Saved data entries:
▬▬▬▬▬▬▬▬▬▬

/**
 * Dead-space fraction VD/VT at each blood-gas sample with PaCO2, by the Bohr-Enghoff form
 * VD/VT = 1 − 863/(PaCO2 · VE/VCO2) − VDapparatus/VT with VE at BTPS and VCO2 at STPD (Bohr-Enghoff form with the
 * apparatus term, recalled). The apparatus (valve, mouthpiece or mask) dead space is subtracted when it is known
 * (`apparatusDeadSpaceMl`), with VT read at the sample time (the tidal-volume column, else VE / respiratory rate). When it
 * is not known, or VT cannot be read, nothing is subtracted and the value overstates physiological VD/VT by
 * VDapparatus/VT; every such value and an issue say so. Normal peak < 0.28 (Hansen 1984, confirmed).
 *
 * Placing each sample: its own time when the file gave one; otherwise its label (`bloodGasMoment`): rest or warm-up →
 * the last minute of that phase, peak / end of exercise → the last 30 s of exercise, stage N → the last 30 s of that
 * stage. A sample with neither gives no point (issue). Samples in recovery give no point (VD/VT is read at rest and during
 * exercise; issue). The last sample during exercise is the peak point (`atPeak`); with none during exercise no VD/VT is
 * given at all (the interpretation reads the last point as the peak value) and an issue says why. When every sample time
 * from the file falls before exercise starts (and not every one is labelled rest or warm-up), the times are probably
 * minutes read as seconds: a warning asks, and no VD/VT is read from them.
 *
 * VE/VCO2 is read at the sample time (see `readAtTime`).
 *
 * @example PaCO2 40 mmHg, VE/VCO2 30 → 1 − 863/1200 = 0.2808
 */
export function vdVt(
  test: ConditionedTest,
  gases: readonly BloodGasSample[] | undefined,
  options: ReadAtTimeOptions = {},
  apparatusDeadSpaceMl?: number,
  barometricPressureMmHg?: number,
): { points: VdVtPoint[]; issues: Issue[] } {
  const issues: Issue[] = [];
  const ex = test.exercise;
  const placed: Placed[] = [];
  const notPlaced: string[] = [];
  const inRecovery: Placed[] = [];
  const recoveryByLabel: string[] = [];
  for (const g of gases ?? []) {
    if (g.paCO2MmHg === undefined) continue;
    const gas = g as Placed["g"];
    const moment = bloodGasMoment(g.label);
    const t = bloodGasTimeS(g);
    if (t !== undefined) {
      placed.push({ g: gas, timeS: t, placedBy: "time", moment, phase: phaseAt(test, t) });
      continue;
    }
    if (moment?.kind === "recovery") {
      recoveryByLabel.push(g.label ?? "recovery");
      continue;
    }
    const where = moment ? placeByLabel(test, moment) : null;
    if (where && "timeS" in where) {
      placed.push({
        g: gas,
        timeS: where.timeS,
        placedBy: "label",
        moment,
        phase: phaseAt(test, where.timeS),
        window: where,
      });
    } else {
      notPlaced.push(
        g.label
          ? `"${g.label}" (${where ? where.reason : "the label names no moment of the test"})`
          : "a sample with no label (no time either)",
      );
    }
  }
  if (notPlaced.length > 0)
    issues.push(
      makeIssue(
        "warning",
        "blood-gas-not-placed",
        `${notPlaced.length} blood-gas sample(s) have no time and could not be placed by their label: ${notPlaced.join("; ")}. ` +
          "They are kept with the test but not used for VD/VT. Give each sample a time, or a label such as rest, peak, " +
          "end of exercise or stage 3.",
      ),
    );

  // label and time disagree: the time is used, and said
  for (const p of placed) {
    if (p.placedBy !== "time" || !p.moment || p.phase === null) continue;
    const expected = expectedPhase(p.moment);
    if (expected !== p.phase)
      issues.push(
        makeIssue(
          "warning",
          "blood-gas-label-time-conflict",
          `The blood gas labelled "${p.g.label}" (${bloodGasMomentWords(p.moment)}) has the time ${formatClock(p.timeS)}, ` +
            `which lies in ${phaseWords(p.phase)}. The time is used${expected === "exercise" ? ", so no peak VD/VT is read from it" : ""}; ` +
            "check the time and its unit.",
          { timeS: p.timeS },
        ),
      );
  }

  // every file time before exercise: probably minutes read as seconds
  const timed = placed.filter((p) => p.placedBy === "time");
  const timesDoubtful =
    ex !== null &&
    timed.length > 0 &&
    timed.every((p) => p.timeS < ex.startS) &&
    !timed.every((p) => p.moment?.kind === "rest" || p.moment?.kind === "warmup");
  if (timesDoubtful) {
    const times = timed.map((p) => p.timeS);
    issues.push(
      makeIssue(
        "warning",
        "blood-gas-times-before-exercise",
        `Every blood-gas sample time (${formatClock(Math.min(...times))}–${formatClock(Math.max(...times))}) falls before ` +
          `exercise starts at ${formatClock(ex.startS)}. Are the times in minutes? If so, choose "minutes" on the inputs ` +
          "page and read the blood-gas file again. No VD/VT is read from these samples.",
      ),
    );
  }

  // recovery samples give no point
  const kept: (Placed & { phase: Phase })[] = [];
  const outside: Placed[] = [];
  for (const p of placed) {
    if (p.phase === null) outside.push(p);
    else if (p.phase === "recovery") inRecovery.push(p);
    else kept.push({ ...p, phase: p.phase });
  }
  if (outside.length > 0)
    issues.push(
      makeIssue(
        "warning",
        "blood-gas-outside-recording",
        `${outside.length} blood-gas sample(s) lie outside the recorded breaths (${outside.map((p) => formatClock(p.timeS)).join(", ")}), ` +
          "so no VE/VCO2 and no VD/VT can be read for them. Check their times and the time unit.",
        { timeS: outside[0].timeS },
      ),
    );
  const recoveryNames = [...inRecovery.map((p) => p.g.label ?? formatClock(p.timeS)), ...recoveryByLabel];
  if (recoveryNames.length > 0)
    issues.push(
      makeIssue(
        "info",
        "blood-gas-in-recovery",
        `${recoveryNames.length} blood-gas sample(s) lie in recovery (${recoveryNames.join(", ")}): ` +
          "VD/VT is read at rest and during exercise only, so they are not used for it.",
        inRecovery.length > 0 ? { timeS: inRecovery[0].timeS } : undefined,
      ),
    );

  kept.sort((a, b) => a.timeS - b.timeS);
  const exerciseIdx = kept.map((p, i) => (p.phase === "exercise" && !timesDoubtful ? i : -1)).filter((i) => i >= 0);
  const peakIdx = exerciseIdx.length > 0 ? exerciseIdx[exerciseIdx.length - 1] : -1;
  if (kept.length > 0 && peakIdx < 0 && !timesDoubtful)
    issues.push(
      makeIssue(
        "warning",
        "no-blood-gas-in-exercise",
        ex
          ? `No blood gas lies in the exercise phase (${formatClock(ex.startS)}–${formatClock(ex.endS)}), so no peak VD/VT ` +
              "is read; a resting VD/VT alone is not given."
          : "The exercise phase of this test was not found, so no blood gas can be read as peak VD/VT.",
      ),
    );
  if (peakIdx >= 0 && ex) {
    const early = ex.endS - kept[peakIdx].timeS;
    if (early > PEAK_SAMPLE_EARLY_S)
      issues.push(
        makeIssue(
          "info",
          "blood-gas-peak-early",
          `The last blood gas during exercise (${kept[peakIdx].g.label ?? formatClock(kept[peakIdx].timeS)}) was drawn ` +
            `${formatClock(early)} before the end of exercise; VD/VT falls as exercise goes on, so the peak VD/VT read ` +
            "from it may be overstated.",
          { timeS: kept[peakIdx].timeS },
        ),
      );
  }

  const pb = barometricPressureMmHg ?? SEA_LEVEL_PB_MMHG;
  // PAO2 = FiO2·(PB − 47) − PaCO2·[FiO2 + (1 − FiO2)/R] (alveolar gas equation, full form; common practice), R read at the
  // sample as VCO2/VO2 the way VE/VCO2 is read; P(A−a)O2 = PAO2 − PaO2
  const alveolarArterial = (p: Placed, readOptions: ReadAtTimeOptions): Measured => {
    const r = readAtTime(test, "vco2MlMin", p.timeS, "1", { ...readOptions, denominator: "vo2MlMin", scale: 1 });
    const prov = provenanceOf(
      "aa-gradient-alveolar-gas-equation",
      `P(A−a)O2 = FiO2·(PB − 47) − PaCO2·[FiO2 + (1 − FiO2)/R] − PaO2; room air (FiO2 ${ROOM_AIR_FIO2}), PB ${pb} mmHg${barometricPressureMmHg === undefined ? " (sea level assumed)" : ""}, R read at the sample`,
      ["alveolar-gas-equation", "hansen-1984-limits"],
      {
        window: r.provenance.window,
        inputs: {
          paO2MmHg: round(p.g.paO2MmHg!, 1),
          paCO2MmHg: round(p.g.paCO2MmHg, 1),
          rer: r.value === null ? null : round(r.value, 3),
          barometricPressureMmHg: pb,
          fio2: ROOM_AIR_FIO2,
        },
      },
    );
    if (!(p.g.paCO2MmHg > 0)) return notDetermined("mmHg", prov, "PaCO2 is not positive");
    if (r.value === null || !(r.value > 0))
      return notDetermined("mmHg", prov, r.reason ?? "RER not available at the sample time");
    const pAO2 = ROOM_AIR_FIO2 * (pb - WATER_VAPOUR_MMHG) - p.g.paCO2MmHg * (ROOM_AIR_FIO2 + (1 - ROOM_AIR_FIO2) / r.value);
    return measured(pAO2 - p.g.paO2MmHg!, "mmHg", prov);
  };
  const points: VdVtPoint[] = [];
  kept.forEach((p, i) => {
    const readOptions: ReadAtTimeOptions & { denominator: "vco2MlMin"; scale: number; label?: string } = {
      ...options,
      denominator: "vco2MlMin",
      scale: 1000,
    };
    if (p.window) {
      readOptions.windowS = p.window.windowS;
      if (readAtTimeMode(test, options) === "centred-window")
        readOptions.label = `VE/VCO2: mean of breaths over ${p.window.words} (the sample has no time and was placed by its label)`;
    }
    const veVco2 = readAtTime(test, "veLMin", p.timeS, "1", readOptions);
    const placedWords = p.window ? `, placed by its label at ${p.window.words}` : "";
    // tidal volume at the sample, read the same way as VE/VCO2: the VT column, else VE / respiratory rate
    const vtRead = (() => {
      if (apparatusDeadSpaceMl === undefined) return undefined;
      const plain: ReadAtTimeOptions = { ...options, ...(p.window ? { windowS: p.window.windowS } : {}) };
      if (test.clean.some((r) => typeof r.vtL === "number")) return readAtTime(test, "vtL", p.timeS, "L", plain);
      return readAtTime(test, "veLMin", p.timeS, "L", { ...plain, denominator: "rrBrMin" });
    })();
    const vtL = vtRead && vtRead.value !== null && vtRead.value > 0 ? vtRead.value : null;
    const subtract = apparatusDeadSpaceMl !== undefined && vtL !== null;
    const prov = provenanceOf(
      "vd-vt-bohr-enghoff",
      subtract
        ? `VD/VT = 1 − 863/(PaCO2 · VE/VCO2) − VDapparatus/VT${placedWords}; apparatus dead space ${apparatusDeadSpaceMl} mL, VT ${vtL.toFixed(2)} L at the sample`
        : `VD/VT = 1 − 863/(PaCO2 · VE/VCO2)${placedWords}; ${APPARATUS_NOTE} (overstates physiological VD/VT by VDapparatus/VT)`,
      ["bohr-enghoff", "hansen-1984-limits"],
      {
        window: veVco2.provenance.window,
        inputs: {
          paCO2MmHg: round(p.g.paCO2MmHg, 1),
          veVco2: veVco2.value === null ? null : round(veVco2.value, 2),
          constant: BOHR_ENGHOFF_CONSTANT,
          ...(subtract ? { apparatusDeadSpaceMl, vtL: round(vtL, 3) } : {}),
        },
      },
    );
    let v: Measured;
    if (!(p.g.paCO2MmHg > 0)) {
      v = notDetermined("1", prov, "PaCO2 is not positive");
      issues.push(
        makeIssue("warning", "paco2-not-positive", "A blood gas has a PaCO2 that is not positive; VD/VT skipped.", {
          timeS: p.timeS,
        }),
      );
    } else if (timesDoubtful)
      v = notDetermined(
        "1",
        prov,
        "every blood-gas time in the file falls before exercise starts; the times may be minutes read as seconds",
      );
    else if (peakIdx < 0)
      v = notDetermined(
        "1",
        prov,
        "no blood gas was drawn during exercise; VD/VT is given only with a sample during exercise, read as its peak value",
      );
    else if (veVco2.value === null) v = notDetermined("1", prov, veVco2.reason ?? "VE/VCO2 not available at the sample time");
    else
      v = measured(
        1 - BOHR_ENGHOFF_CONSTANT / (p.g.paCO2MmHg * veVco2.value) - (subtract ? apparatusDeadSpaceMl / 1000 / vtL : 0),
        "1",
        prov,
      );
    const aaGradient =
      p.g.paO2MmHg !== undefined && !timesDoubtful && peakIdx >= 0 ? alveolarArterial(p, readOptions) : undefined;
    points.push({
      timeS: p.timeS,
      phase: p.phase,
      label: p.g.label,
      paCO2MmHg: round(p.g.paCO2MmHg, 1),
      veVco2,
      vdVt: v,
      placedBy: p.placedBy,
      atPeak: i === peakIdx,
      ...(subtract && vtRead ? { vtL: vtRead } : {}),
      ...(aaGradient ? { aaGradient } : {}),
    });
  });
  if (barometricPressureMmHg === undefined && points.some((p) => p.aaGradient?.value != null))
    issues.push(
      makeIssue(
        "info",
        "aa-gradient-sea-level",
        `P(A−a)O2 assumes sea-level barometric pressure (${SEA_LEVEL_PB_MMHG} mmHg) and room air: no barometric pressure was entered with the test conduct. Above sea level it reads high by about ${ROOM_AIR_FIO2} × (${SEA_LEVEL_PB_MMHG} − the true pressure), e.g. 13 mmHg at 700 mmHg.`,
      ),
    );
  // a dead space larger than the one measured at a sample (a negative VD/VT) cannot be right: the entry is wrong (a volume
  // in another unit, or a mask volume that is not rebreathed); no VD/VT is read from it rather than a too-low one
  const negative = points.filter((p) => p.vtL !== undefined && p.vdVt.value !== null && p.vdVt.value < 0);
  if (apparatusDeadSpaceMl !== undefined && negative.length > 0) {
    const why = `the apparatus dead space entered (${apparatusDeadSpaceMl} mL) is larger than the whole dead space measured at ${negative.map((p) => p.label ?? formatClock(p.timeS)).join(", ")}; check the value`;
    for (const p of points) if (p.vtL !== undefined && p.vdVt.value !== null) p.vdVt = notDetermined("1", p.vdVt.provenance, why);
    issues.push(
      makeIssue(
        "warning",
        "vdvt-apparatus-too-large",
        `No VD/VT is given: ${why} (VD/VT minus VDapparatus/VT came out below zero).`,
        { timeS: negative[0].timeS },
      ),
    );
  }
  const computed = points.filter((p) => p.vdVt.value !== null);
  const unsubtracted = computed.filter((p) => p.vtL === undefined);
  if (apparatusDeadSpaceMl !== undefined && unsubtracted.length > 0)
    issues.push(
      makeIssue(
        "warning",
        "vdvt-apparatus-not-subtracted",
        `The apparatus dead space (${apparatusDeadSpaceMl} mL) could not be subtracted from VD/VT at ` +
          `${unsubtracted.map((p) => p.label ?? formatClock(p.timeS)).join(", ")}: no tidal volume (or VE and respiratory ` +
          "rate) at the sample time. Those values overstate physiological VD/VT by VDapparatus/VT.",
        { timeS: unsubtracted[0].timeS },
      ),
    );
  if (apparatusDeadSpaceMl === undefined && computed.length > 0)
    issues.push(
      makeIssue(
        "info",
        "vdvt-apparatus-dead-space",
        "VD/VT is computed from PaCO2 and VE/VCO2 without subtracting the valve and mouthpiece (apparatus) dead space, " +
          "so it overstates the physiological VD/VT by VDapparatus/VT (Bohr-Enghoff form with the apparatus term, " +
          "recalled; e.g. 0.05 for 100 mL at a tidal volume of 2 L). The normal peak VD/VT below 0.28 (Hansen 1984) is for " +
          "physiological VD/VT: read a value near the cut-off with this in mind. Enter the apparatus dead space with the " +
          "test conduct to have it subtracted.",
      ),
    );
  return { points, issues };
}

▬▬▬▬▬▬▬▬▬▬

§ WHAT YOU ARE ASKED TO DO: Among the lines above, list those that contain the word "used".

§ RESPONSE TO THIS EXERCISE:
          "They are kept with the test but not used for VD/VT. Give each sample a time, or a label such as rest, peak, " +
  // label and time disagree: the time is used, and said
            `which lies in ${phaseWords(p.phase)}. The time is used${expected === "exercise" ? ", so no peak VD/VT is read from it" : ""}; ` +
          "VD/VT is read at rest and during exercise only, so they are not used for it.",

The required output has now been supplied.